The architecture of the transformer does not provide an activation function for this layer. But we will provide an opportunity for the user to experiment. To do this, let's transfer the activation function and its parameters from the architecture description provided by the user to the parameters of this method.

//--- initialize FF2
   temp.window = temp.window_out;
   temp.window_out = temp.step;
   temp.step = temp.window;
   temp.activation = desc.activation;
   temp.activation_params = desc.activation_params;
   if(!m_cFF2.Init(temp))
     {
      delete temp;
      return false;
     }
   m_cFF2.SetTransposedOutput(true);
   delete temp;

Once all the necessary parameters for describing the structure of the created neural layer are specified, we call its initialization method and set the flag for transposing the result tensor. At the same time, do not forget to check the results of the operations.

Now that all the necessary objects are initialized, we can safely delete the local neural layer description object without any risk of error.

Next, we will apply the technique refined in the CNeuronAttention class and substitute pointers to result and error gradient buffers of our multi-head attention class with similar buffers from the internal convolutional neural layer,m_cFF2. This will allow us to eliminate unnecessary costs for copying data between buffers. Also, we do not need additional memory to store duplicate data. To do this, we first check the pointers and, if necessary, delete previously created objects that are not needed. Then, we pass pointers to the objects of the convolutional layer m_cFF2 into the variables.

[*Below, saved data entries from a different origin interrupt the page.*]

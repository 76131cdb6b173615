import { describe, expect, it } from 'vitest';
import tQuantile from '@stdlib/stats-base-dists-t-quantile';
import { AnalysisInputError } from '../series/analysis-input-error';
import { composite } from './composite';

describe('composite()', () => {
  const series = { start: '2000-01', values: Array.from({ length: 48 }, (_, i) => i % 12) as (number | null)[] };

  it('stacks the series at offsets −before..+after around each event, null outside the series', () => {
    const res = composite({ series, events: [{ at: '2000-02' }, { at: '2001-02' }, { at: '2003-12' }], before: 2, after: 1 });
    expect(res.offsets).toEqual([-2, -1, 0, 1]);
    expect(res.members).toEqual([
      [null, 0, 1, 2],
      [11, 0, 1, 2],
      [9, 10, 11, null],
    ]);
    expect(res.n).toEqual([2, 3, 3, 2]);
    expect(res.mean[1]).toBeCloseTo(10 / 3, 14);
  });

  it('gives the interval mean ± t((1+conf)/2, n−1)·s/√n with the @stdlib t quantile', () => {
    const s = { start: '2000-01', values: [1, 4, 2, 8, 5, 7] };
    const res = composite({ series: s, events: [{ at: '2000-01' }, { at: '2000-02' }, { at: '2000-03' }, { at: '2000-04' }], before: 0, after: 0, confidence: 0.9 });
    const v = [1, 4, 2, 8];
    const m = 15 / 4;
    const sd = Math.sqrt(v.reduce((a, x) => a + (x - m) ** 2, 0) / 3);
    const half = (tQuantile(0.95, 3) * sd) / 2;
    expect(res.mean[0]).toBeCloseTo(m, 14);
    expect(res.lower[0]).toBeCloseTo(m - half, 10);
    expect(res.upper[0]).toBeCloseTo(m + half, 10);
  });

  it('leaves the interval null where fewer than two members are present', () => {
    const res = composite({ series, events: [{ at: '2000-01' }, { at: '2003-12' }], before: 1, after: 1 });
    expect(res.n).toEqual([1, 2, 1]);
    expect(res.lower[0]).toBeNull();
    expect(res.upper[2]).toBeNull();
    expect(res.lower[1]).not.toBeNull();
  });

  it('skips missing values per offset and handles no events', () => {
    const s = { start: '2000-01', values: [1, null, 3, 4] };
    expect(composite({ series: s, events: [{ at: '2000-02' }, { at: '2000-03' }], before: 0, after: 0 }).n).toEqual([1]);
    const none = composite({ series: s, events: [], before: 1, after: 1 });
    expect(none.n).toEqual([0, 0, 0]);
    expect(none.mean).toEqual([null, null, null]);
  });

  it('rejects unsorted or duplicate event dates with a clear AnalysisInputError', () => {
    expect(() => composite({ series, events: [{ at: '2001-01' }, { at: '2000-01' }], before: 0, after: 0 })).toThrow(AnalysisInputError);
    expect(() => composite({ series, events: [{ at: '2001-01' }, { at: '2001-01' }], before: 0, after: 0 })).toThrow(/duplicate/);
  });
});
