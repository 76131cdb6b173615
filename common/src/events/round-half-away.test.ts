import { describe, expect, it } from 'vitest';
import { roundHalfAway } from './round-half-away';

describe('roundHalfAway()', () => {
  it('rounds halves away from zero: 0.45 → 0.5, −0.45 → −0.5, 0.25 → 0.3, 2.5 → 3 (decimals 1 and 0)', () => {
    expect(roundHalfAway(0.45, 1)).toBe(0.5);
    expect(roundHalfAway(-0.45, 1)).toBe(-0.5);
    expect(roundHalfAway(0.25, 1)).toBe(0.3);
    expect(roundHalfAway(2.5, 0)).toBe(3);
    expect(roundHalfAway(-2.5, 0)).toBe(-3);
  });

  it('decides the half on the decimal, not on binary noise: 0.15 × 3 (= 0.44999999999999996) and 1.005', () => {
    const noisy = 0.15 * 3;
    expect(noisy).not.toBe(0.45);
    expect(roundHalfAway(noisy, 1)).toBe(0.5);
    expect(roundHalfAway(1.005, 2)).toBe(1.01);
    expect(roundHalfAway(2.675, 2)).toBe(2.68);
  });

  it('rounds genuinely-below-half values down: 0.449 → 0.4, 0.49 → 0.5, 0.47 → 0.5', () => {
    expect(roundHalfAway(0.449, 1)).toBe(0.4);
    expect(roundHalfAway(0.49, 1)).toBe(0.5);
    expect(roundHalfAway(0.47, 1)).toBe(0.5);
  });

  it('returns zero without a sign and leaves non-finite values alone', () => {
    expect(Object.is(roundHalfAway(-0.04, 1), 0)).toBe(true);
    expect(roundHalfAway(NaN, 1)).toBeNaN();
  });
});
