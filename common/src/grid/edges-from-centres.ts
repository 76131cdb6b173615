/**
 * Cell edges from cell centres: midpoints between neighbours, the outer edges half a spacing
 * beyond the first and last centre. With `clampToPoles`, latitude edges are kept within ±90°.
 * Needs at least two centres (one centre defines no spacing).
 */
export function edgesFromCentres(centres: ArrayLike<number>, clampToPoles = false): Float64Array {
  const n = centres.length;
  if (n < 2) throw new RangeError('edgesFromCentres needs at least two centres');
  const edges = new Float64Array(n + 1);
  for (let i = 1; i < n; i++) edges[i] = (centres[i - 1] + centres[i]) / 2;
  edges[0] = centres[0] - (centres[1] - centres[0]) / 2;
  edges[n] = centres[n - 1] + (centres[n - 1] - centres[n - 2]) / 2;
  if (clampToPoles) for (let i = 0; i <= n; i++) edges[i] = Math.max(-90, Math.min(90, edges[i]));
  return edges;
}
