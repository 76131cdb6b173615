import { cellAreas } from './cell-areas';
import { EARTH_RADIUS_GRS80_MEAN_M } from './earth-radius';
import { edgesFromCentres } from './edges-from-centres';

/**
 * Cell areas (m²) of a grid given by its cell centres, as model output usually is: edges are the
 * midpoints between centres (latitude edges clamped to ±90°), then cellAreas(). Default radius:
 * GRS80 mean radius R1.
 */
export function cellAreasFromCentres(latCentres: ArrayLike<number>, lonCentres: ArrayLike<number>, radius = EARTH_RADIUS_GRS80_MEAN_M): Float64Array {
  return cellAreas(edgesFromCentres(latCentres, true), edgesFromCentres(lonCentres), radius);
}
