import { describe, expect, it } from 'vitest';
import { figureCsv, toCsv } from './csv';
import { result } from './test-data';

describe('figure data as CSV', () => {
  it('flattens a budget into one row per month with a column per term', () => {
    const csv = figureCsv(
      result('budget', {
        termNames: ['advection', 'biology'],
        months: [
          { month: '2000-01', tendency: 0.5, sumOfTerms: 0.5, residual: 0 },
          { month: '2000-02', tendency: 0.3, sumOfTerms: null, residual: null },
        ],
        terms: [
          { month: '2000-01', term: 'advection', value: 1 },
          { month: '2000-02', term: 'advection', value: null },
          { month: '2000-01', term: 'biology', value: -0.5 },
          { month: '2000-02', term: 'biology', value: 0.25 },
        ],
        rmsResidual: 0,
        relativeResidual: 0,
        units: 'Pg C yr⁻¹',
      }),
    );
    expect(csv).toBe('month,advection (Pg C yr⁻¹),biology (Pg C yr⁻¹),tendency,residual\r\n2000-01,1,-0.5,0.5,0\r\n2000-02,,0.25,0.3,\r\n');
  });

  it('gives composite members a column each and marks timeseries months inside events', () => {
    const composite = figureCsv(
      result('composite', { phase: 'warm', confidence: 0.95, events: [], offsets: [{ offset: 0, mean: 1, lower: 0, upper: 2, n: 2 }], members: [{ event: '1997-12', offset: 0, value: 1.5 }], units: 'Pg C' }),
    );
    expect(composite.split('\r\n')[0]).toBe('offset,mean (Pg C),lower,upper,n,event peaking 1997-12');
    const ts = figureCsv(
      result('timeseries', {
        points: [{ month: '1997-04', value: 1 }, { month: '1997-06', value: 2 }],
        events: [{ phase: 'warm', start: '1997-05', peak: '1997-12', end: '1998-04', months: 12, peakValue: null, strength: null, label: '' }],
        units: 'Pg C',
        show: 'anomaly',
        trend: { perDecade: null, perDecadeStdErr: null, r2: null, n: 0 },
      }),
    );
    expect(ts).toBe('month,value (Pg C),event\r\n1997-04,1,\r\n1997-06,2,warm\r\n');
  });

  it('quotes fields holding commas or quotes (RFC 4180)', () => {
    expect(toCsv(['name'], [['a, "b"']])).toBe('name\r\n"a, ""b"""\r\n');
  });
});
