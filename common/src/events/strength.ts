/** Strength classes of an ENSO event by its peak |index|. */
export type EventStrength = 'weak' | 'moderate' | 'strong' | 'very strong';

/**
 * Strength class by peak |value|: weak from 0.5, moderate from 1.0, strong from 1.5, very strong
 * from 2.0 (°C for the ONI). Common practice — widely used for the ONI, but not an official NOAA CPC
 * category and without a formal source. Values below 0.5 are still called weak (an event found
 * with a lower threshold).
 */
export function eventStrength(peakAbs: number): EventStrength {
  if (peakAbs >= 2) return 'very strong';
  if (peakAbs >= 1.5) return 'strong';
  if (peakAbs >= 1) return 'moderate';
  return 'weak';
}
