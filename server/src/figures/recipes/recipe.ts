import { formatMonth, parseMonth, type FigureKind, type MonthValue, type RecipeOf } from '@upwell/common';
import type { NamedBinding, RecipeInputs, RecipeOutput } from '../loaded-inputs';

/** One figure kind's compute: which series it binds, and how it computes its result from them. */
export interface FigureRecipeHandler<K extends FigureKind> {
  kind: K;
  /** Every series binding of the recipe, with the path that names it in messages. */
  bindings(recipe: RecipeOf<K>): NamedBinding[];
  /** Pure computation over resolved inputs; engine errors propagate to the service. */
  compute(recipe: RecipeOf<K>, inputs: RecipeInputs): RecipeOutput<K>;
}

/** A binding at a path. */
export function bindingAt(path: string, b: { seriesId: string; version: 'latest' | number }): NamedBinding {
  return { path, seriesId: b.seriesId, version: b.version };
}

/** A monthly series as vega-lite records `{ month: "YYYY-MM", value }`. */
export function monthRecords(start: string, values: ReadonlyArray<number | null>): MonthValue[] {
  const first = parseMonth(start);
  return values.map((value, i) => ({ month: formatMonth(first + i), value }));
}
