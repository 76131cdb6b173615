import { Card, Flex, Heading, Text } from '@radix-ui/themes';
import { useMailOutbox } from '../../api/invitations';
import { EmptyState } from '../../components/EmptyState';
import { ErrorNote } from '../../components/ErrorNote';
import { PageTitle } from '../../components/PageTitle';
import { formatWhen } from '../../components/dates';

/**
 * Mail the local mailbox received (only while no SMTP server is configured),
 * for the groups the person administers and to the person themselves (secret links
 * hidden from all but the addressee, by the server). Bodies are shown as text; HTML only in a
 * sandboxed frame, never in the page.
 */
export default function MailOutboxPage() {
  const outbox = useMailOutbox();
  const messages = outbox.data?.messages ?? [];
  return (
    <>
      <PageTitle title="Mail outbox" />
      <Text as="p" size="2" color="gray" mb="4">
        No SMTP server is configured, so Upwell keeps the mail it sends here instead of delivering it. An invitation's
        link is shown only to the person it was sent to; everyone else sees that the mail went.
      </Text>
      <ErrorNote error={outbox.error} />
      {outbox.data && messages.length === 0 && <EmptyState title="No mail yet">Invitations and notifications about your groups will show up here.</EmptyState>}
      <Flex direction="column" gap="3">
        {messages.map((m) => (
          <Card key={m.id} asChild>
            <article aria-label={m.subject}>
              <Heading as="h2" size="3">
                {m.subject}
              </Heading>
              <Text as="p" size="2" color="gray">
                To {m.to.join(', ')} · {formatWhen(m.receivedAt)}
              </Text>
              <pre style={{ whiteSpace: 'pre-wrap', fontFamily: 'inherit', margin: '8px 0 0' }}>{m.text}</pre>
            </article>
          </Card>
        ))}
      </Flex>
    </>
  );
}
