import { describe, expect, it } from 'vitest';
import { figureCsv, toCsv } from './csv';
import { result } from './test-data';

describe('figure data as CSV', () => {
  it('flattens a budget into one row per month with a column per term', () => {
    const csv = figureCsv(
      'budget',
      result('budget', {
        months: ['2000-01', '2000-02'],
        terms: [{ name: 'advection', values: [1, null] }, { name: 'biology', values: [-0.5, 0.25] }],
        tendency: [0.5, 0.3],
        residual: [0, null],
        rmsResidual: 0,
        relativeResidual: 0,
        units: 'Pg C yr⁻¹',
      }),
    );
    expect(csv).toBe('month,advection (Pg C yr⁻¹),biology (Pg C yr⁻¹),tendency,residual\r\n2000-01,1,-0.5,0.5,0\r\n2000-02,,0.25,0.3,\r\n');
  });

  it('gives composite members a column each and marks timeseries months inside events', () => {
    const composite = figureCsv('composite', result('composite', { offsets: [0], mean: [1], lower: [0], upper: [2], n: [2], members: [{ at: '1997-12', values: [1.5] }], units: 'Pg C' }));
    expect(composite.split('\r\n')[0]).toBe('offset,mean (Pg C),lower,upper,n,event peaking 1997-12');
    const ts = figureCsv('timeseries', result('timeseries', { points: [{ month: '1997-04', value: 1 }, { month: '1997-06', value: 2 }], events: [{ phase: 'warm', start: '1997-05', peak: '1997-12', end: '1998-04' }], units: 'Pg C', show: 'anomaly' }));
    expect(ts).toBe('month,value (Pg C),event\r\n1997-04,1,\r\n1997-06,2,warm\r\n');
  });

  it('quotes fields holding commas or quotes (RFC 4180)', () => {
    expect(toCsv(['name'], [['a, "b"']])).toBe('name\r\n"a, ""b"""\r\n');
  });
});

//--- to avoid copying buffers, replace them
   if(!SetOutputs(m_cFF2.GetOutputs()))
      return false;
   if(m_cGradients)
      delete m_cGradients;
   m_cGradients = m_cFF2.GetGradients();
//---
   SetOpenCL(m_cOpenCL);
//---
   return true;
  }

In conclusion, to all objects in the method, we will pass a pointer to the used OpenCL context. After that, we exit the method with a positive result.

This concludes our work on the class initialization method. However, we have an open question. At the end of the initialization method, we called the method for passing the OpenCL context pointer. We haven't overridden it yet, and a similar method of the parent class will be called as such. It is functional enough but does not apply to objects declared in the body of this class. Among them, there is only one object: the convolutional layer of m_cW0. Therefore, the method will be relatively short.

Like the similar methods of all the previously discussed classes, the CNeuronMHAttention::SetOpenCL method in the parameters receives a pointer to the object of working with the OpenCL context. We will have to distribute it to all internal objects. First, it would be necessary to check the validity of the received pointer. Instead, we'll call a similar method of the parent class, which already has all the controls and pointer passing to inherited objects. Thus, after the completion of the parent class method, we just have to pass the pointer to the new objects that were declared in the body of this class. However, in this case, we will pass not the pointer received in the parameters but the pointer from the local variable of the class inherited from the parent object. The reason is that the method of the parent class checked the received pointer and saved it to a local variable. It also passed it to all the objects that we inherited from the parent class. Therefore, in order for all objects to work in the same context, we pass an already validated pointer to the internal objects.

bool CNeuronMHAttention::SetOpenCL(CMyOpenCL *opencl)
  {
//--- call a method of a parent class
   CNeuronAttention::SetOpenCL(opencl);
//--- call a similar method for the internal layer
   m_cW0.SetOpenCL(m_cOpenCL);
//---
   return(!!m_cOpenCL);
  }

After passing the pointer to all internal objects, in this case, it's a single convolutional layer, we exit the method and return a result indicating the validity of the used context pointer.

With that, we conclude the process of creating and initializing our multi-head attention class object and move on to the next stage, which is setting up the feed-forward pass.